§ **WHAT YOU NEED TO DO**
All that should come back is the lines of the data below from the one containing "return Problems.Invalid(built.Problems);" to the one containing "use this too.</summary>", inclusive, exactly as they stand.

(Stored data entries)

--

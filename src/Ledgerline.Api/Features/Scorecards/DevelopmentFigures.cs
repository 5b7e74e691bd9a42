using Ledgerline.Scoring.Scorecards;
using Ledgerline.Scoring.Statistics;

namespace Ledgerline.Api.Features.Scorecards;

/// <summary>Development AUC (DeLong variance), Gini and KS of a baseline's score histogram.</summary>
internal static class DevelopmentFigures
{
    /// <summary>Null when the sample holds one class only (AUC and KS are undefined then).</summary>
    public static DevelopmentDiscrimination? Compute(IReadOnlyList<DevelopmentScoreCount> histogram)
    {
        var counts = new ScoreHistogram(histogram.Select(h => new ScoreCount((double)h.Score, h.Count - (h.Bads ?? 0), h.Bads ?? 0)));
        var roc = Roc.Compute(counts);
        var ks = KolmogorovSmirnov.Compute(counts);
        if (roc is not { Auc: { } auc, Gini: { } gini, Variance: { } variance } || ks is not { Statistic: { } statistic, Score: { } score })
        {
            return null;
        }

        return new DevelopmentDiscrimination(auc, variance, gini, statistic, (decimal)score);
    }
}
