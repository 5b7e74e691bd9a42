using Ledgerline.Scoring.Engine;
using Ledgerline.Scoring.Scorecards;

namespace Ledgerline.Api.Features.Scorecards;

/// <summary>Maps engine results to wire shapes.</summary>
public static class ScoreMapping
{
    public static ScoreResponse ToResponse(CompiledScorecard compiled, int version, ScoreResult result) => new(
        version,
        CanonicalNumber.Normalize(result.Score),
        result.ProbabilityOfBad,
        result.Band,
        ToResponse(result.ReasonCodes),
        Characteristics(compiled, result.MatchedBins, result.Points));

    public static IReadOnlyList<ReasonCodeResponse> ToResponse(IEnumerable<ReasonCode> reasons) =>
        reasons.Select(r => new ReasonCodeResponse(r.Code, r.Characteristic, r.Text, CanonicalNumber.Normalize(r.PointsBelowMax))).ToList();

    /// <summary>Each characteristic's matched bin and points; points follow from the bins and the immutable version.</summary>
    public static IReadOnlyList<CharacteristicScore> Characteristics(CompiledScorecard compiled, IReadOnlyList<int> bins, IReadOnlyList<decimal>? points = null)
    {
        var list = new List<CharacteristicScore>(bins.Count);
        for (var i = 0; i < bins.Count; i++)
        {
            var definition = compiled.Definition.Characteristics[i];
            var bin = bins[i];
            var binPoints = points?[i] ?? bin switch
            {
                MatchedBin.Missing => definition.MissingPoints ?? 0,
                MatchedBin.Other => definition.OtherPoints ?? 0,
                _ => definition.Bins[bin].Points,
            };
            var matched = bin switch { MatchedBin.Missing => "missing", MatchedBin.Other => "other", _ => "bin" };
            list.Add(new CharacteristicScore(definition.Name, bin >= 0 ? bin : null, matched, CanonicalNumber.Normalize(binPoints)));
        }

        return list;
    }
}
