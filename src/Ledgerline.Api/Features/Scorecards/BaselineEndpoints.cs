using System.Security.Claims;
using System.Text.Json;
using Ledgerline.Api.Data;
using Ledgerline.Api.Data.Audit;
using Ledgerline.Api.Features.Access;
using Ledgerline.Api.Http;
using Ledgerline.Scoring.Engine;
using Ledgerline.Scoring.Scorecards;
using Microsoft.AspNetCore.Http.HttpResults;

namespace Ledgerline.Api.Features.Scorecards;

public static class BaselineEndpoints
{
    /// <summary>Room for a development sample of a few hundred thousand rows.</summary>
    public const long BaselineBodyLimitBytes = 256L * 1024 * 1024;

    /// <summary>How many failing records an answer lists.</summary>
    public const int MaxListedFailures = 20;

    private static readonly JsonSerializerOptions Json = CreateJsonOptions();

    public static IEndpointRouteBuilder MapBaselines(this IEndpointRouteBuilder routes)
    {
        // Analysts attach baselines; analysts and risk managers read them.
        var group = routes.MapGroup("/scorecards/{key}/versions/{version:int}/baseline").WithTags("Versions").ForScorecardRoutes();
        group.MapPut("/", PutBaseline).WithValidation<BaselineRequest>().WithBodyLimit(BaselineBodyLimitBytes).WithRequestTimeout(LimitsRegistration.BulkTimeoutPolicy).AllowRoles(Roles.Analyst);
        group.MapGet("/", GetBaseline).AllowRoles(Roles.Analyst, Roles.Risk);
        return routes;
    }

    public static async Task<Results<Ok<BaselineResponse>, ValidationProblem, ProblemHttpResult>> PutBaseline(
        string key, int version, BaselineRequest request, ClaimsPrincipal user, LedgerlineDbContext db, VersionCache cache, TimeProvider clock, CancellationToken ct)
    {
        var lookup = await ScorecardLookup.FindVersionAsync(db, key, version, ct);
        if (!lookup.Found)
        {
            return lookup.Problem;
        }

        var (scorecard, found) = (lookup.Scorecard, lookup.Version);

        if (found.Status != VersionStatus.Draft)
        {
            return Problems.Conflict($"Version {version} is {found.Status.ToWire()}; its baseline is fixed once approved, since every stability figure is measured against it.");
        }

        var compiled = cache.GetOrCompile(scorecard.Id, version, found.Content);
        BaselineAggregates aggregates;
        if (request.Records is { } records)
        {
            var built = Aggregate(compiled, records, request.ScoreBinEdges);
            if (built.Problems is not null)
            {
                return Problems.Invalid(built.Problems);
            }

            aggregates = built.Aggregates!;
        }
        else
        {
            var problems = BaselineAggregatesCheck.Validate(compiled, request.Aggregates!);
            if (problems.Count > 0)
            {
                return Problems.Invalid(problems);
            }

            aggregates = request.Aggregates! with { ScoreHistogram = request.Aggregates.ScoreHistogram ?? [] };
        }

        var now = clock.GetUtcNow();
        var actor = Actor.Of(user);
        var serialized = JsonSerializer.Serialize(aggregates, Json);
        if (found.Baseline is { } existing)
        {
            existing.Aggregates = serialized;
            existing.AttachedAt = now;
            existing.AttachedBy = actor;
        }
        else
        {
            db.Baselines.Add(new VersionBaseline { VersionId = found.Id, Aggregates = serialized, AttachedAt = now, AttachedBy = actor });
        }

        db.Record(actor, "baseline.attached", $"{key}/versions/{version}", aggregates, now);
        await db.SaveChangesAsync(ct);
        return TypedResults.Ok(new BaselineResponse(version, now, actor, aggregates));
    }

    public static async Task<Results<Ok<BaselineResponse>, ProblemHttpResult>> GetBaseline(string key, int version, LedgerlineDbContext db, CancellationToken ct)
    {
        var lookup = await ScorecardLookup.FindVersionAsync(db, key, version, ct);
        if (!lookup.Found)
        {
            return lookup.Problem;
        }

        var (scorecard, found) = (lookup.Scorecard, lookup.Version);

        return found.Baseline is { } baseline
            ? TypedResults.Ok(new BaselineResponse(version, baseline.AttachedAt, baseline.AttachedBy, Parse(baseline.Aggregates)))
            : Problems.NotFound($"Version {version} of '{key}' has no baseline yet; attach one with PUT on this address.");
    }

    /// <summary>Reads stored aggregates; reports use this too.</summary>
    public static BaselineAggregates Parse(string stored) =>
        JsonSerializer.Deserialize<BaselineAggregates>(stored, Json) ?? throw new InvalidOperationException("A stored baseline is empty.");

    private static (BaselineAggregates? Aggregates, List<FieldProblem>? Problems) Aggregate(
        CompiledScorecard compiled, IReadOnlyList<BaselineRecord> records, IReadOnlyList<decimal>? edges)
    {
        var builder = new BaselineBuilder(compiled);
        var failures = new List<FieldProblem>();
        var values = new ScoringValue[compiled.CharacteristicCount];
        for (var i = 0; i < records.Count && failures.Count < MaxListedFailures; i++)
        {
            var input = records[i].Characteristics ?? [];
            var path = $"records[{i}].characteristics";
            if (ScoringInputReader.FirstUnknownName(input.Keys, [compiled]) is { } unknown)
            {
                failures.Add(new($"{path}.{unknown}", "is not a characteristic of this version"));
                continue;
            }

            if (ScoringInputReader.Read(compiled, input, values, path) is { } problem)
            {
                failures.Add(problem);
                continue;
            }

            var result = compiled.Score(values, out var failure);
            if (result is null)
            {
                failures.Add(new($"{path}.{failure!.Characteristic}", failure.Message));
                continue;
            }

            builder.Add(result, records[i].Bad);
        }

        if (failures.Count > 0)
        {
            return (null, failures);
        }

        if (builder.HasPartialOutcomes)
        {
            return (null, [new("records", "give 'bad' on every record or on none: development AUC and KS need the outcome of every row")]);
        }

        return (builder.Build(edges, DevelopmentFigures.Compute), null);
    }

    private static JsonSerializerOptions CreateJsonOptions()
    {
        var options = new JsonSerializerOptions();
        HttpRegistration.ConfigureJson(options);
        return options;
    }
}
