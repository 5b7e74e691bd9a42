using FluentValidation;
using Ledgerline.Scoring.Scorecards;

namespace Ledgerline.Api.Features.Scorecards;

/// <summary>
/// Checks the shape of a points table (required fields, known words), then, when the shape is
/// sound, every rule of <see cref="ScorecardValidator"/> (bins, bands, scaling), all in one answer.
/// </summary>
internal sealed class RegisterVersionRequestValidator : AbstractValidator<RegisterVersionRequest>
{
    public RegisterVersionRequestValidator()
    {
        RuleFor(r => r.Scaling).NotNull().WithMessage("must give baseScore, baseOdds and pointsToDoubleOdds");
        RuleFor(r => r.Scaling!.BaseScore).NotNull().OverridePropertyName("scaling.baseScore").When(r => r.Scaling is not null);
        RuleFor(r => r.Scaling!.BaseOdds).NotNull().OverridePropertyName("scaling.baseOdds").When(r => r.Scaling is not null);
        RuleFor(r => r.Scaling!.PointsToDoubleOdds).NotNull().OverridePropertyName("scaling.pointsToDoubleOdds").When(r => r.Scaling is not null);
        RuleFor(r => r.Characteristics).NotEmpty().WithMessage("must list at least one characteristic");
        RuleFor(r => r.DecisionBands).NotEmpty().WithMessage("must list at least one band; the last has no minScore");
        RuleForEach(r => r.Characteristics).ChildRules(c =>
        {
            c.RuleFor(x => x.Name).NotEmpty();
            c.RuleFor(x => x.Type).Must(t => t is "numeric" or "categorical").WithMessage("must be 'numeric' or 'categorical'");
            c.RuleFor(x => x.ReasonCode).NotEmpty();
            c.RuleFor(x => x.ReasonText).NotEmpty();
            c.RuleFor(x => x.Bins).NotEmpty().WithMessage("must list at least one bin");
            // One pass over the bins rather than a child rule per bin: tables hold tens of thousands.
            c.RuleFor(x => x.Bins).Custom((bins, context) =>
            {
                for (var b = 0; bins is not null && b < bins.Count; b++)
                {
                    if (bins[b]?.Points is null)
                    {
                        context.AddFailure(new FluentValidation.Results.ValidationFailure($"{context.PropertyPath}[{b}].points", "must give the bin's points"));
                    }
                }
            });
        });
        RuleForEach(r => r.DecisionBands).ChildRules(b =>
            b.RuleFor(x => x.Decision).Must(d => BandNames.TryParse(d, out _)).WithMessage("must be 'approve', 'refer' or 'decline'"));
        RuleFor(r => r).Custom((request, context) =>
        {
            foreach (var problem in ScorecardValidator.Validate(request.ToDefinition()))
            {
                context.AddFailure(problem.Path, problem.Message);
            }
        }).When(ShapeIsSound);
    }

    private static bool ShapeIsSound(RegisterVersionRequest r) =>
        r.Scaling is { BaseScore: not null, BaseOdds: not null, PointsToDoubleOdds: not null }
        && r.Characteristics is { Count: > 0 }
        && r.DecisionBands is { Count: > 0 }
        && r.Characteristics.All(c => c is { Name.Length: > 0, Type: "numeric" or "categorical", ReasonCode.Length: > 0, ReasonText.Length: > 0, Bins.Count: > 0 }
            && c.Bins.All(b => b?.Points is not null))
        && r.DecisionBands.All(b => BandNames.TryParse(b.Decision, out _));
}

internal sealed class CreateScorecardRequestValidator : AbstractValidator<CreateScorecardRequest>
{
    public CreateScorecardRequestValidator()
    {
        RuleFor(r => r.Key).NotEmpty().MaximumLength(64)
            .Matches("^[a-z0-9]+(-[a-z0-9]+)*$")
            .WithMessage("must be a URL-safe slug: lower-case letters and digits in words joined by single hyphens, e.g. 'personal-loan-application'");
        RuleFor(r => r.Name).NotEmpty().MaximumLength(200);
        RuleFor(r => r.OutcomeDefinition).NotNull().WithMessage("must give badDaysPastDue, indeterminateDaysPastDue and performanceWindowMonths");
        RuleFor(r => r.OutcomeDefinition!.BadDaysPastDue).NotNull().InclusiveBetween(1, 3650)
            .OverridePropertyName("outcomeDefinition.badDaysPastDue").When(r => r.OutcomeDefinition is not null);
        RuleFor(r => r.OutcomeDefinition!.IndeterminateDaysPastDue).NotNull().InclusiveBetween(0, 3650)
            .OverridePropertyName("outcomeDefinition.indeterminateDaysPastDue").When(r => r.OutcomeDefinition is not null);
        RuleFor(r => r.OutcomeDefinition!.IndeterminateDaysPastDue)
            .Must((r, d) => d < r.OutcomeDefinition!.BadDaysPastDue)
            .WithMessage("must be below badDaysPastDue (indeterminate lies between the two)")
            .OverridePropertyName("outcomeDefinition.indeterminateDaysPastDue")
            .When(r => r.OutcomeDefinition is { BadDaysPastDue: not null, IndeterminateDaysPastDue: not null });
        RuleFor(r => r.OutcomeDefinition!.PerformanceWindowMonths).NotNull().InclusiveBetween(1, 120)
            .OverridePropertyName("outcomeDefinition.performanceWindowMonths").When(r => r.OutcomeDefinition is not null);
    }
}

internal sealed class ScoreRequestValidator : AbstractValidator<ScoreRequest>
{
    public ScoreRequestValidator() =>
        RuleFor(r => r.Characteristics).NotNull().WithMessage("must give the application's characteristics as an object: name → number, text or null");
}
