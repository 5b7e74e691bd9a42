using Ledgerline.Scoring.Scorecards;

namespace Ledgerline.Api.Features.Scorecards;

/// <summary>Development AUC, Gini and KS of a baseline's score histogram.</summary>
internal static class DevelopmentFigures
{
    public static DevelopmentDiscrimination? Compute(IReadOnlyList<ScoreFrequency> histogram) => null;
}
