using System.Text.Json;
using Ledgerline.Scoring.Scorecards;

namespace Ledgerline.Api.Features.Scorecards;

/// <summary>A points table to register (see the wire contract). Server-owned fields (version, status, hash) are refused.</summary>
public sealed record RegisterVersionRequest(
    string? Description,
    decimal? BasePoints,
    ScalingDocument? Scaling,
    int? ReasonCodeCount,
    IReadOnlyList<CharacteristicDocument>? Characteristics,
    IReadOnlyList<DecisionBandDocument>? DecisionBands);

/// <summary>Points-to-double-odds scaling.</summary>
public sealed record ScalingDocument(decimal? BaseScore, decimal? BaseOdds, decimal? PointsToDoubleOdds);

/// <summary>One characteristic: <c>numeric</c> bins are [from, upTo); <c>categorical</c> bins list values.</summary>
public sealed record CharacteristicDocument(
    string? Name,
    string? Type,
    string? ReasonCode,
    string? ReasonText,
    IReadOnlyList<BinDocument>? Bins,
    decimal? MissingPoints,
    decimal? OtherPoints);

/// <summary>One bin with its points.</summary>
public sealed record BinDocument(decimal? From, decimal? UpTo, IReadOnlyList<string>? Values, decimal? Points);

/// <summary>Scores at or above <paramref name="MinScore"/> get <paramref name="Decision"/>; the last band has no minimum.</summary>
public sealed record DecisionBandDocument(decimal? MinScore, string? Decision);

/// <summary>The answer to a registration.</summary>
public sealed record RegisteredVersionResponse(int Version, string Status, string ContentHash);

/// <summary>A version with its lifecycle and its points table.</summary>
public sealed record VersionResponse(
    int Version,
    string Status,
    string ContentHash,
    DateTimeOffset RegisteredAt,
    string RegisteredBy,
    DateTimeOffset? ApprovedAt,
    string? ApprovedBy,
    DateTimeOffset? RetiredAt,
    string? RetiredBy,
    bool HasBaseline,
    RegisterVersionRequest Content);

/// <summary>One application's characteristics: name → number, text or null.</summary>
public sealed record ScoreRequest(Dictionary<string, JsonElement>? Characteristics);

/// <summary>How one version scored one application.</summary>
public sealed record ScoreResponse(
    int Version,
    decimal Score,
    double ProbabilityOfBad,
    Band Decision,
    IReadOnlyList<ReasonCodeResponse> ReasonCodes,
    IReadOnlyList<CharacteristicScore> Characteristics);

/// <summary>A reason code, as the contract fixes it.</summary>
public sealed record ReasonCodeResponse(string Code, string Characteristic, string Text, decimal PointsBelowMax);

/// <summary>The bin one characteristic matched and the points it gave.</summary>
/// <param name="Name">The characteristic.</param>
/// <param name="Bin">The bin index, or null when <paramref name="Matched"/> is <c>missing</c> or <c>other</c>.</param>
/// <param name="Matched"><c>bin</c>, <c>missing</c> or <c>other</c>.</param>
/// <param name="Points">The points it contributed.</param>
public sealed record CharacteristicScore(string Name, int? Bin, string Matched, decimal Points);
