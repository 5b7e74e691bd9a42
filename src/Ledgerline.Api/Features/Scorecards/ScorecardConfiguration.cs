using Microsoft.EntityFrameworkCore;
using Microsoft.EntityFrameworkCore.Metadata.Builders;

namespace Ledgerline.Api.Features.Scorecards;

internal sealed class ScorecardConfiguration : IEntityTypeConfiguration<Scorecard>
{
    public void Configure(EntityTypeBuilder<Scorecard> builder)
    {
        builder.HasIndex(s => s.Key).IsUnique();
        builder.Property(s => s.Key).HasMaxLength(64);
        builder.Property(s => s.Name).HasMaxLength(200);
        builder.Property(s => s.CreatedBy).HasMaxLength(200);
    }
}

internal sealed class ScorecardVersionConfiguration : IEntityTypeConfiguration<ScorecardVersion>
{
    public void Configure(EntityTypeBuilder<ScorecardVersion> builder)
    {
        builder.HasOne(v => v.Scorecard).WithMany(s => s.Versions).HasForeignKey(v => v.ScorecardId);
        builder.HasIndex(v => new { v.ScorecardId, v.Number }).IsUnique();
        // Two concurrent registrations of the same content meet here, whichever instance they hit.
        builder.HasIndex(v => new { v.ScorecardId, v.ContentHash }).IsUnique();
        builder.Property(v => v.ContentHash).HasMaxLength(64);
        builder.Property(v => v.RegisteredBy).HasMaxLength(200);
        builder.Property(v => v.ApprovedBy).HasMaxLength(200);
        builder.Property(v => v.RetiredBy).HasMaxLength(200);
        builder.HasOne(v => v.Baseline).WithOne().HasForeignKey<VersionBaseline>(b => b.VersionId);
    }
}

internal sealed class VersionBaselineConfiguration : IEntityTypeConfiguration<VersionBaseline>
{
    public void Configure(EntityTypeBuilder<VersionBaseline> builder)
    {
        builder.HasKey(b => b.VersionId);
        builder.Property(b => b.AttachedBy).HasMaxLength(200);
    }
}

--

§ **EXPECTED ANSWER**
                return Problems.Invalid(built.Problems);
            }

            aggregates = built.Aggregates!;
        }
        else
        {
            var problems = BaselineAggregatesCheck.Validate(compiled, request.Aggregates!);
            if (problems.Count > 0)
            {
                return Problems.Invalid(problems);
            }

            aggregates = request.Aggregates! with { ScoreHistogram = request.Aggregates.ScoreHistogram ?? [] };
        }

        var now = clock.GetUtcNow();
        var actor = Actor.Of(user);
        var serialized = JsonSerializer.Serialize(aggregates, Json);
        if (found.Baseline is { } existing)
        {
            existing.Aggregates = serialized;
            existing.AttachedAt = now;
            existing.AttachedBy = actor;
        }
        else
        {
            db.Baselines.Add(new VersionBaseline { VersionId = found.Id, Aggregates = serialized, AttachedAt = now, AttachedBy = actor });
        }

        db.Record(actor, "baseline.attached", $"{key}/versions/{version}", aggregates, now);
        await db.SaveChangesAsync(ct);
        return TypedResults.Ok(new BaselineResponse(version, now, actor, aggregates));
    }

    public static async Task<Results<Ok<BaselineResponse>, ProblemHttpResult>> GetBaseline(string key, int version, LedgerlineDbContext db, CancellationToken ct)
    {
        var lookup = await ScorecardLookup.FindVersionAsync(db, key, version, ct);
        if (!lookup.Found)
        {
            return lookup.Problem;
        }

        var (scorecard, found) = (lookup.Scorecard, lookup.Version);

        return found.Baseline is { } baseline
            ? TypedResults.Ok(new BaselineResponse(version, baseline.AttachedAt, baseline.AttachedBy, Parse(baseline.Aggregates)))
            : Problems.NotFound($"Version {version} of '{key}' has no baseline yet; attach one with PUT on this address.");
    }

    /// <summary>Reads stored aggregates; reports use this too.</summary>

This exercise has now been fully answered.